[Saved entries]
========================
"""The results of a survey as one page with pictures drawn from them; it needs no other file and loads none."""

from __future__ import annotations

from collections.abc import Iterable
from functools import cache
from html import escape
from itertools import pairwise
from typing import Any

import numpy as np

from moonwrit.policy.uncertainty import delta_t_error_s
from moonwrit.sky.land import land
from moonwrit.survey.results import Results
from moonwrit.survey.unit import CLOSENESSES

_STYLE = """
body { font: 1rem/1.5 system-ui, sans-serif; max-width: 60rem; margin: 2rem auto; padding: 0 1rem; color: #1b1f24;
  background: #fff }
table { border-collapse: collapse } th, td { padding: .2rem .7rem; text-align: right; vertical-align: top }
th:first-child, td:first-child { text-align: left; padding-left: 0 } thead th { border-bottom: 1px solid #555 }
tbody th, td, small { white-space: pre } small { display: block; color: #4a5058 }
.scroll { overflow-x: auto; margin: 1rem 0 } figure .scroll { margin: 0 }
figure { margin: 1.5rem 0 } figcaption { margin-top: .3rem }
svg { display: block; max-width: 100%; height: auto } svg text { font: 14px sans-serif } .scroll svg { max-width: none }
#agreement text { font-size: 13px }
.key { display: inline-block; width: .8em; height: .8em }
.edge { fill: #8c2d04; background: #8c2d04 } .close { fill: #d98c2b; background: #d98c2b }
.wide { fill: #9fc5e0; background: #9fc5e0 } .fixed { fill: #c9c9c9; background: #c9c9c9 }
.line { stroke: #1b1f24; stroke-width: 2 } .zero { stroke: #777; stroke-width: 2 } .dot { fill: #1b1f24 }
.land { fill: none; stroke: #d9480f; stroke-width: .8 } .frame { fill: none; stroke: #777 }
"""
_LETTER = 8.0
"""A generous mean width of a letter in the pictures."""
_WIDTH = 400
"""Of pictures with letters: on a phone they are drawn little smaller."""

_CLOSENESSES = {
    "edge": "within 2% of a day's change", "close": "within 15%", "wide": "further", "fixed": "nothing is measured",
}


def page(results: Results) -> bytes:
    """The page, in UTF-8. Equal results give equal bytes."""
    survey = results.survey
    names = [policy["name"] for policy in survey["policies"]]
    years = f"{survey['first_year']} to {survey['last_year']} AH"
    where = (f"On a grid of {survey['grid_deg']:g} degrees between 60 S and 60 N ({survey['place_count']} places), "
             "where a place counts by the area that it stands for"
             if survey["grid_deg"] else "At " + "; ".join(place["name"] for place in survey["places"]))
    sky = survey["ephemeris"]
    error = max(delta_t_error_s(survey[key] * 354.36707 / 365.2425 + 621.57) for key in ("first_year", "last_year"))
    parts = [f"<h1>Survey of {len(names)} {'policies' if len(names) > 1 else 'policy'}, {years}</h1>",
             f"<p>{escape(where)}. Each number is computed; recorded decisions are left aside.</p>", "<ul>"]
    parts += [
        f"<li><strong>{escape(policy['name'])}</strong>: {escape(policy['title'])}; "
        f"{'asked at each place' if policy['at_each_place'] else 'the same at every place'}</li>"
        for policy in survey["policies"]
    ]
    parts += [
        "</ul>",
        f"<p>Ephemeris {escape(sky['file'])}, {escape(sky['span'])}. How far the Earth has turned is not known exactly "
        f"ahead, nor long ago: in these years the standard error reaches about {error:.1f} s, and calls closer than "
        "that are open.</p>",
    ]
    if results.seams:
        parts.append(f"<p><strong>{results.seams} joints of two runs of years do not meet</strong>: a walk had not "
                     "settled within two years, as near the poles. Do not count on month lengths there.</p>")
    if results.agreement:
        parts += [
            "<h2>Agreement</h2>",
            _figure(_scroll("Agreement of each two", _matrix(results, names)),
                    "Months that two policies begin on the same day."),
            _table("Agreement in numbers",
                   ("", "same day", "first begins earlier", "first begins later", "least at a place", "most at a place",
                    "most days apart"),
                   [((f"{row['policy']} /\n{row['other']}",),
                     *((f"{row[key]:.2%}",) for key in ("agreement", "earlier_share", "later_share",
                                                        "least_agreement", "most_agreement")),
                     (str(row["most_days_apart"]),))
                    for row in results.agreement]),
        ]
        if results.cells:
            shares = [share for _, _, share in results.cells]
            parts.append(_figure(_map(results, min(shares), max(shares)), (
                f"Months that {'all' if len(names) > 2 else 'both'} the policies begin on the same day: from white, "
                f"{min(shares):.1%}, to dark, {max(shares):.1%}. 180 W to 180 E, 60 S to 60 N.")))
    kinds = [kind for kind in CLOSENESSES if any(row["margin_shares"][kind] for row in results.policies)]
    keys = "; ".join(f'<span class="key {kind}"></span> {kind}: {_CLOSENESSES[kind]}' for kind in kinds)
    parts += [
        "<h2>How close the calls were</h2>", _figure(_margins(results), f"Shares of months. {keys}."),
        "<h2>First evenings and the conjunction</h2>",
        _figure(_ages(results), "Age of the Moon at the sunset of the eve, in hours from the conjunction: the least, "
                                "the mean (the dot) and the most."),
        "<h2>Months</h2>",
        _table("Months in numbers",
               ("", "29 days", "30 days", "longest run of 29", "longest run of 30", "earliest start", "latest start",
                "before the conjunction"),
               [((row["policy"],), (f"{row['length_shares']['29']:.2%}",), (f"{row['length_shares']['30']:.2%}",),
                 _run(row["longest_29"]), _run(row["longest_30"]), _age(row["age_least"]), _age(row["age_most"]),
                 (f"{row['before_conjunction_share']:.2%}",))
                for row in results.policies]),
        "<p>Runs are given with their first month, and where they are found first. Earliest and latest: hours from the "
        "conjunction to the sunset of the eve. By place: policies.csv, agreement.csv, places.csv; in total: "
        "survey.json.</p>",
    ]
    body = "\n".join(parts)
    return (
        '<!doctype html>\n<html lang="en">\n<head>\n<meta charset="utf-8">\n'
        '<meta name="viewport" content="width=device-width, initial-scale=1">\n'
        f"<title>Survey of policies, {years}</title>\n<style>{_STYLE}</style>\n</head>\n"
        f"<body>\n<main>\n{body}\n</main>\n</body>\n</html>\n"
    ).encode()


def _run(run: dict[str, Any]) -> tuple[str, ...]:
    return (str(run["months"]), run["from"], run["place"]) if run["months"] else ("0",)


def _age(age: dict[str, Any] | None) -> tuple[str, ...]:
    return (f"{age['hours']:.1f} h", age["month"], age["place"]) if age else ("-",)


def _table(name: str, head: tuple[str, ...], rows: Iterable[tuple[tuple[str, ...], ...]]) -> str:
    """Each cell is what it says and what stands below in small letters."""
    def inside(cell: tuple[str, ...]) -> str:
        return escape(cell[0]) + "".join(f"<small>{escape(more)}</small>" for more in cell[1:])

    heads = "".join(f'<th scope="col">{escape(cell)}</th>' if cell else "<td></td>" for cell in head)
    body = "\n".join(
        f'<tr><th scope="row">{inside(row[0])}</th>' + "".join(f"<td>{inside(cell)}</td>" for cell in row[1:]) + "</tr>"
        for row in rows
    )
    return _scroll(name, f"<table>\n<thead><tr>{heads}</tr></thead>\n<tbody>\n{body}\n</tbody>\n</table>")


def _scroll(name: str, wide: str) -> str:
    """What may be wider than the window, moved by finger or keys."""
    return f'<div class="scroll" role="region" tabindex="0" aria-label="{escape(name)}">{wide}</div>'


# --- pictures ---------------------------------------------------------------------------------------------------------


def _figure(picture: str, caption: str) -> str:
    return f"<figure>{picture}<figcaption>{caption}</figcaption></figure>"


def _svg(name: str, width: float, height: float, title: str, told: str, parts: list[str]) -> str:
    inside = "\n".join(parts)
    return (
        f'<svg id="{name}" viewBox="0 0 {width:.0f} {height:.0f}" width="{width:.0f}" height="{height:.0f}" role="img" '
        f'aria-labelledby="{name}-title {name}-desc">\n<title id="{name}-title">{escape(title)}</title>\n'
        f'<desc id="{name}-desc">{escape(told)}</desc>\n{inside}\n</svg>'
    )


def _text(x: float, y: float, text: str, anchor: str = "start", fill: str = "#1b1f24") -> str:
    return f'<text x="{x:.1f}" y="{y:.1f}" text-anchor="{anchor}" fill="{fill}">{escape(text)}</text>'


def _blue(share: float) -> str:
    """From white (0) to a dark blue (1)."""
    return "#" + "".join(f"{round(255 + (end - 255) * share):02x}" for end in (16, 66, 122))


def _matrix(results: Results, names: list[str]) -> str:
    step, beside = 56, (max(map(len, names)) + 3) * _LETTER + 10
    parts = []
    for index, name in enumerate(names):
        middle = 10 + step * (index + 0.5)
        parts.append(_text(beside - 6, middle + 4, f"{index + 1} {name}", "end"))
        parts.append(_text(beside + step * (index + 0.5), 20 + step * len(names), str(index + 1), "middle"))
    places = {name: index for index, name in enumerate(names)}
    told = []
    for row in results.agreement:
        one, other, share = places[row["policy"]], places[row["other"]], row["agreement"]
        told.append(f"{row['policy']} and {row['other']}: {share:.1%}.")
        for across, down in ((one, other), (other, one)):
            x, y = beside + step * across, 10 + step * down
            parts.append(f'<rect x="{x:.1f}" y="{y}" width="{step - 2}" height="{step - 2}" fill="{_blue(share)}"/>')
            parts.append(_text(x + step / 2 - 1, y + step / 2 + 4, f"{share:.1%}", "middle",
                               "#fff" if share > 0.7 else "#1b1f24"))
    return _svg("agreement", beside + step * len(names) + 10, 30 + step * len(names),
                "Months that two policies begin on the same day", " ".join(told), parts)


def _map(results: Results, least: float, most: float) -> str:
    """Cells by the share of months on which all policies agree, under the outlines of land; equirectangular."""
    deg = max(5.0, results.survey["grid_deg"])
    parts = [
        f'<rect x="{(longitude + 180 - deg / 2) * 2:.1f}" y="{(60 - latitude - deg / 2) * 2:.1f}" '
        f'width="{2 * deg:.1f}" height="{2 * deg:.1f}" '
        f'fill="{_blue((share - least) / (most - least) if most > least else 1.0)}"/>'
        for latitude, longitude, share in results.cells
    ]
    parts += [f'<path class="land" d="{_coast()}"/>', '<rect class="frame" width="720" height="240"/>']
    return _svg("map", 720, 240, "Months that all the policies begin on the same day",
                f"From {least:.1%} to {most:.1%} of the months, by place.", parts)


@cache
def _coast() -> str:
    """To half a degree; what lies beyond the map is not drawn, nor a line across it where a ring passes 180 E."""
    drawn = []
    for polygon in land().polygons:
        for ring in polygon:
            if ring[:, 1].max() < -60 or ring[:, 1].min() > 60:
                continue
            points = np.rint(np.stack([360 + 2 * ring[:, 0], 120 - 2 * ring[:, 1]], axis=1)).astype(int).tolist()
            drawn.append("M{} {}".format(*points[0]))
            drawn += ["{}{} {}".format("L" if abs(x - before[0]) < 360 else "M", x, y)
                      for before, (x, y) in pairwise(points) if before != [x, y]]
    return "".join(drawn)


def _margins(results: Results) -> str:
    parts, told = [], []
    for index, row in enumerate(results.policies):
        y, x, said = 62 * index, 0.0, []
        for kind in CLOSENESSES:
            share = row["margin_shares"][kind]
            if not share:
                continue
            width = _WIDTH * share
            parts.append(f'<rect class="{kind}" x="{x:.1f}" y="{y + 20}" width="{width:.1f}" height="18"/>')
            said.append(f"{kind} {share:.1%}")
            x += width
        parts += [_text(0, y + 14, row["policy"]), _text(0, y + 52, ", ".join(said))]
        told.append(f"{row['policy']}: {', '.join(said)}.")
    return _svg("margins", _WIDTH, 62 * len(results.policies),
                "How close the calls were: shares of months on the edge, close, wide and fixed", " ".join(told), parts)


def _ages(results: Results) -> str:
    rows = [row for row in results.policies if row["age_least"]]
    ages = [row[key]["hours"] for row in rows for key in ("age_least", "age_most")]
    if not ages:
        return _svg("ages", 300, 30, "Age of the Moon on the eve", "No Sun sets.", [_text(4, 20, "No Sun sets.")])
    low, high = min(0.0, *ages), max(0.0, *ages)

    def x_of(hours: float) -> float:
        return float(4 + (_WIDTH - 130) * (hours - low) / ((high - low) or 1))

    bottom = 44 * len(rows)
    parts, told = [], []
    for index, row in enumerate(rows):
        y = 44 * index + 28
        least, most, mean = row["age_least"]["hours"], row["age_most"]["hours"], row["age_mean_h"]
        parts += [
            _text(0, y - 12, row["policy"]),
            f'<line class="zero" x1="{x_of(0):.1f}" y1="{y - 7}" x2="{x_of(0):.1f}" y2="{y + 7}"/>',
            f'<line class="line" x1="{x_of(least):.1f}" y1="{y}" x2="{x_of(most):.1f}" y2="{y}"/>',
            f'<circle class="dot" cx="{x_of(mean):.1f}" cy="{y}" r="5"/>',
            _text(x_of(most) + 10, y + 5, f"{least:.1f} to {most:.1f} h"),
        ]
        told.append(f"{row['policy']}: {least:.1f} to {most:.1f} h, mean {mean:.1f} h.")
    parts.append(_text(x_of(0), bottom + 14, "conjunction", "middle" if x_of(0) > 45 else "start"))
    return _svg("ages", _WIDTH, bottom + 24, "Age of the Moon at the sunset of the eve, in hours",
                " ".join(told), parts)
========================
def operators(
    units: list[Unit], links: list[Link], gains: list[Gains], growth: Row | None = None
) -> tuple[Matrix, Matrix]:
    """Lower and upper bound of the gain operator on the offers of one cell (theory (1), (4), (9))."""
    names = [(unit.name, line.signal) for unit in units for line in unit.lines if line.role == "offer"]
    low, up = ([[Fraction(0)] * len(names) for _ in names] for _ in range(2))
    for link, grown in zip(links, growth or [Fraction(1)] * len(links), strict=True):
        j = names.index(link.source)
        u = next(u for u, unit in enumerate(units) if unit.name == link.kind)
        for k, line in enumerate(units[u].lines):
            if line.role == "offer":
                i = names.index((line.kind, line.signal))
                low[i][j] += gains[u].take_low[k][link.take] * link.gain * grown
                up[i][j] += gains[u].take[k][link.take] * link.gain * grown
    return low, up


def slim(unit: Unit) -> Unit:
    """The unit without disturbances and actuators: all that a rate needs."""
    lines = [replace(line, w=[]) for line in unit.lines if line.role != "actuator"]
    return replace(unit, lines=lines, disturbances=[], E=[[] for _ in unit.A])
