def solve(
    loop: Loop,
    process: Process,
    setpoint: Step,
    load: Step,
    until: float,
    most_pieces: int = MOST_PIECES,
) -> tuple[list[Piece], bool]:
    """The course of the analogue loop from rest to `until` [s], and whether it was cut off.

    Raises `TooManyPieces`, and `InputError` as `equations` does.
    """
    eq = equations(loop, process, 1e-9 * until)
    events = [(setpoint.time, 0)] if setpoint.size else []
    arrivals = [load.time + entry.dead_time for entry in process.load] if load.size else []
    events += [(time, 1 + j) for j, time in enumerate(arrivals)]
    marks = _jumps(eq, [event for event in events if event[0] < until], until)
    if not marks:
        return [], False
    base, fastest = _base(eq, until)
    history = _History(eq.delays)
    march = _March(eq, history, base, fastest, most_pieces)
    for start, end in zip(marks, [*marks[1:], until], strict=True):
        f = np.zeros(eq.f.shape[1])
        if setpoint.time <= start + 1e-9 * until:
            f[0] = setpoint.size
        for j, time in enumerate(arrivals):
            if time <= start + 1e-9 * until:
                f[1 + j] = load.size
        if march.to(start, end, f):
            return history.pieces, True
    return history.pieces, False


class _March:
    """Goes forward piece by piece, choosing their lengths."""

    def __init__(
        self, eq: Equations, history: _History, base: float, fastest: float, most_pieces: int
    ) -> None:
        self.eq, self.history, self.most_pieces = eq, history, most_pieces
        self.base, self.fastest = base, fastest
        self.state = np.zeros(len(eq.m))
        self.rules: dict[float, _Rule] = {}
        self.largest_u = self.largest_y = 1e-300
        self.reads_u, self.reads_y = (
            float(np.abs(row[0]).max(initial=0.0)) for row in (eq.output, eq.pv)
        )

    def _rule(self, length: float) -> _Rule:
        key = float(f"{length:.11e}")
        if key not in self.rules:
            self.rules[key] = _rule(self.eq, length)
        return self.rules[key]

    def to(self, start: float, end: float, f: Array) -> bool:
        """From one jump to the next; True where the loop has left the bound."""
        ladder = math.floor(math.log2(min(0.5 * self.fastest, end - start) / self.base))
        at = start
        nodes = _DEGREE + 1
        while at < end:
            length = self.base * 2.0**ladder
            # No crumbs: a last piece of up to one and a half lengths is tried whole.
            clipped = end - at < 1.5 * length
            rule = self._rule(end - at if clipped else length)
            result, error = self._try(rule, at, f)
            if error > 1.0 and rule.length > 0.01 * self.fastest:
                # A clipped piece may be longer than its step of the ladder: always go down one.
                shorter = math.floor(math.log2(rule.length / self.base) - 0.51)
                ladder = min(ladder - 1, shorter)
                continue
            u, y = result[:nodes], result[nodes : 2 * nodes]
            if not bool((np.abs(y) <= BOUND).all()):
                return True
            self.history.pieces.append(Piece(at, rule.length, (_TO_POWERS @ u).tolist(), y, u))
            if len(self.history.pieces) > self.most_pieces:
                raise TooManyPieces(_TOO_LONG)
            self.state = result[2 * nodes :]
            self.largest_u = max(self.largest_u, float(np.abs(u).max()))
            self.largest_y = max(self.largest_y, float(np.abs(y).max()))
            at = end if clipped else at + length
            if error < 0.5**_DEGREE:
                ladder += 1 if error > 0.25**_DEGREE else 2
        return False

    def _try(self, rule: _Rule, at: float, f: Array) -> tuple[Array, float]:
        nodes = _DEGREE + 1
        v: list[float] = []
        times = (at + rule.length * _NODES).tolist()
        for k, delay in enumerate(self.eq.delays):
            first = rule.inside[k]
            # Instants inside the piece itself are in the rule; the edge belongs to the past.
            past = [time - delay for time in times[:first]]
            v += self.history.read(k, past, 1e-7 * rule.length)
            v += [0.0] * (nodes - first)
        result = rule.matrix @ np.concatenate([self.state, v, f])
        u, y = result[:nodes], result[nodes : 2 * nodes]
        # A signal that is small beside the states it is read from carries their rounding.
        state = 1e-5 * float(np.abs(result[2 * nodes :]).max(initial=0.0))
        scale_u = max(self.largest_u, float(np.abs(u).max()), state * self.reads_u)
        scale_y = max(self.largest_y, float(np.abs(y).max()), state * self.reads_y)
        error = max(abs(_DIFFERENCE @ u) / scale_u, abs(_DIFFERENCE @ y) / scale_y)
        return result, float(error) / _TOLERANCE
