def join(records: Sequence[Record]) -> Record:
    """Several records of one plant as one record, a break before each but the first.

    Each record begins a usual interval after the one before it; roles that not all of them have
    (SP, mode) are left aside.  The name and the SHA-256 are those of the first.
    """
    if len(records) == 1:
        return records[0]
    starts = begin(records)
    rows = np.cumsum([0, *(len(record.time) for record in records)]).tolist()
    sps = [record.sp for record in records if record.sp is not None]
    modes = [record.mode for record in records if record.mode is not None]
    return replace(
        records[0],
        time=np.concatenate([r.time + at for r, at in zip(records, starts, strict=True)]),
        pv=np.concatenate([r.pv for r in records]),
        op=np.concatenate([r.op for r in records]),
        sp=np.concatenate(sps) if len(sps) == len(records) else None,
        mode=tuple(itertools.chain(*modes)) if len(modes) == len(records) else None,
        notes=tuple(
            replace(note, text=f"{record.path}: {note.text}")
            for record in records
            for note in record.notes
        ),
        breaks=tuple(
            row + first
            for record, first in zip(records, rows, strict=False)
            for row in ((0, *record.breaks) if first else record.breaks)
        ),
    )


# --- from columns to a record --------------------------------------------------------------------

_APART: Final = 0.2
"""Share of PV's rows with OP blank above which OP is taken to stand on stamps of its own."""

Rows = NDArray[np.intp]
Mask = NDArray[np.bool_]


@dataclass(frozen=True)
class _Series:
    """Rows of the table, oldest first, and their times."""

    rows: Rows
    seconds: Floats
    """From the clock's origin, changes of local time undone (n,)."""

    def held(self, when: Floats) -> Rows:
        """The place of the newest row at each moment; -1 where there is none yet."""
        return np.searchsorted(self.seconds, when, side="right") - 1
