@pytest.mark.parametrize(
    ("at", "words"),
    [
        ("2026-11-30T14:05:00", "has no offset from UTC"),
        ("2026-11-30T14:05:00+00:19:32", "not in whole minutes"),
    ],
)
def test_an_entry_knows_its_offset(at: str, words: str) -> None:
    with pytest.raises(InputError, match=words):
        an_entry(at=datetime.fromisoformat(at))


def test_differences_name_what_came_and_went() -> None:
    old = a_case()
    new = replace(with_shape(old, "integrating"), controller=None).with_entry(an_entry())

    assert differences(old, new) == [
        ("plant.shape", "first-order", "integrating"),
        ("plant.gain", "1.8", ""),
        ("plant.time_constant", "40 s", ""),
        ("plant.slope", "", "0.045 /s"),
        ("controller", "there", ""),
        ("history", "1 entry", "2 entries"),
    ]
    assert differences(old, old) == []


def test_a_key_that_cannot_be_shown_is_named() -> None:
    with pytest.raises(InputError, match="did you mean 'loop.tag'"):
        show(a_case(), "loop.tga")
========================
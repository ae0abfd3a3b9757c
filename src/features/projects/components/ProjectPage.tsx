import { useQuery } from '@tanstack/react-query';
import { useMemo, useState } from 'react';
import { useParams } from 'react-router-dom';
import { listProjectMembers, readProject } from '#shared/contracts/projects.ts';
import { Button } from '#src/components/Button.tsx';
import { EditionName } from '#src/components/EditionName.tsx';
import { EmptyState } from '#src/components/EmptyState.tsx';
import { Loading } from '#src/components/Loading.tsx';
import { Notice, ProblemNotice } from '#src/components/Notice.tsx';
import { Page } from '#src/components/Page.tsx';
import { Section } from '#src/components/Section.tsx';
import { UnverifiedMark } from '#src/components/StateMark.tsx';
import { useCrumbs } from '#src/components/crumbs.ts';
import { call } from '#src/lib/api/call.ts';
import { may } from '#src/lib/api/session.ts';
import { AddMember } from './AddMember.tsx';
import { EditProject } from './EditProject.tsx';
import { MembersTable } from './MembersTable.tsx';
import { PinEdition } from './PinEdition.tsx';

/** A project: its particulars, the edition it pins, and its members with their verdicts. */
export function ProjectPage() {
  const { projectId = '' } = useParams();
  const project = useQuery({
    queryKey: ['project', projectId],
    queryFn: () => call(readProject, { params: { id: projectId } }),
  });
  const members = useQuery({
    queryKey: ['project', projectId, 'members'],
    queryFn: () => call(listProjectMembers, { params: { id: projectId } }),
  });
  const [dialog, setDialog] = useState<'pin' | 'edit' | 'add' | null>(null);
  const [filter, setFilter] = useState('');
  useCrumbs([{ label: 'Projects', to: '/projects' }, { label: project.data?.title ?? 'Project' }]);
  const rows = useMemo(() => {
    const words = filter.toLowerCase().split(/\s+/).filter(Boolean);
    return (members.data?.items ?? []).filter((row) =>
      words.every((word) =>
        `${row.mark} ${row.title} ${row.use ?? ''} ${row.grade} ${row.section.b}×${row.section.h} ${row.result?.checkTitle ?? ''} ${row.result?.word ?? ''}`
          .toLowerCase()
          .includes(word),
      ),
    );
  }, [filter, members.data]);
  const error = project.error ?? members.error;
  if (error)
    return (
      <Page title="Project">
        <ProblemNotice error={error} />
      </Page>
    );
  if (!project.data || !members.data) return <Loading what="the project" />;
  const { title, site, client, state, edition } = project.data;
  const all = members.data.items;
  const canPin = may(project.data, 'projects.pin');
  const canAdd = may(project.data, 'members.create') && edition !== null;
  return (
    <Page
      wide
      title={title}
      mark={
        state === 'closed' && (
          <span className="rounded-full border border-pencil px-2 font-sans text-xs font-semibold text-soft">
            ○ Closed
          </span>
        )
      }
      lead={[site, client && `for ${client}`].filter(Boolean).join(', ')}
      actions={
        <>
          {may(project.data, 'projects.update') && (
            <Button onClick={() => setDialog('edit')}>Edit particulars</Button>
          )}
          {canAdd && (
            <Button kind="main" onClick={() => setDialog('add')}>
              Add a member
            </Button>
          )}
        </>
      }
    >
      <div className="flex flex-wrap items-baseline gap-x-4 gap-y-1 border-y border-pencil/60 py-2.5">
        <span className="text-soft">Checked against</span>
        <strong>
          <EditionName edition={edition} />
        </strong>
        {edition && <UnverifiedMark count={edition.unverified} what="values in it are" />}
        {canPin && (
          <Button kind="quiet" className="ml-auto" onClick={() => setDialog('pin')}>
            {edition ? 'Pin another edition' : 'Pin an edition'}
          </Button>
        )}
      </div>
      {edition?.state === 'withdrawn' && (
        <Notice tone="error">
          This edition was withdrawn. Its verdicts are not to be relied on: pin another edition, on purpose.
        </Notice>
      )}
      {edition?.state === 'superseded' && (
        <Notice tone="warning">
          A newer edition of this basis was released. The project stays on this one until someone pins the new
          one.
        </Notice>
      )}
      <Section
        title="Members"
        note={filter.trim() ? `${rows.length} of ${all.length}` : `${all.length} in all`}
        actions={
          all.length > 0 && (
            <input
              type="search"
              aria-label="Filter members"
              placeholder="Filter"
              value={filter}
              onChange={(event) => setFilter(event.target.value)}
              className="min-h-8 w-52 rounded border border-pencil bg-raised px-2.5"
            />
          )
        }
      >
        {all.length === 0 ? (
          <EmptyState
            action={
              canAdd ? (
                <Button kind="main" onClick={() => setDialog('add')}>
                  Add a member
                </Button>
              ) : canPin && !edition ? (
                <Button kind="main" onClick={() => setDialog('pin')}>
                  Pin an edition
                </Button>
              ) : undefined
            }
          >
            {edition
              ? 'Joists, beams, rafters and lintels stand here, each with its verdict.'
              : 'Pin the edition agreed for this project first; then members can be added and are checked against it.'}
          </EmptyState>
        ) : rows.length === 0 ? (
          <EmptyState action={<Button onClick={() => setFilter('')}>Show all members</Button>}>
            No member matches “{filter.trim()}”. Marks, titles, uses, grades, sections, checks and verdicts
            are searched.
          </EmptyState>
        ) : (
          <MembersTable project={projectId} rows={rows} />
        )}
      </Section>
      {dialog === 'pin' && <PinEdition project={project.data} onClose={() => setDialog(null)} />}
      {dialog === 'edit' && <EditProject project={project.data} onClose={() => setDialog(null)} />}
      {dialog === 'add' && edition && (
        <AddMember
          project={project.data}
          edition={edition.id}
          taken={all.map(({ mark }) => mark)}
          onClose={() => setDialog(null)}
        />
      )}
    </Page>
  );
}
========================
Above are the records; copy exactly the lines from the line with "results of a" through the line with "from moonwrit.survey.unit import CLOSENESSES", both included.

"""The results of a survey as one page with pictures drawn from them; it needs no other file and loads none."""

from __future__ import annotations

from collections.abc import Iterable
from functools import cache
from html import escape
from itertools import pairwise
from typing import Any

import numpy as np

from moonwrit.policy.uncertainty import delta_t_error_s
from moonwrit.sky.land import land
from moonwrit.survey.results import Results
from moonwrit.survey.unit import CLOSENESSES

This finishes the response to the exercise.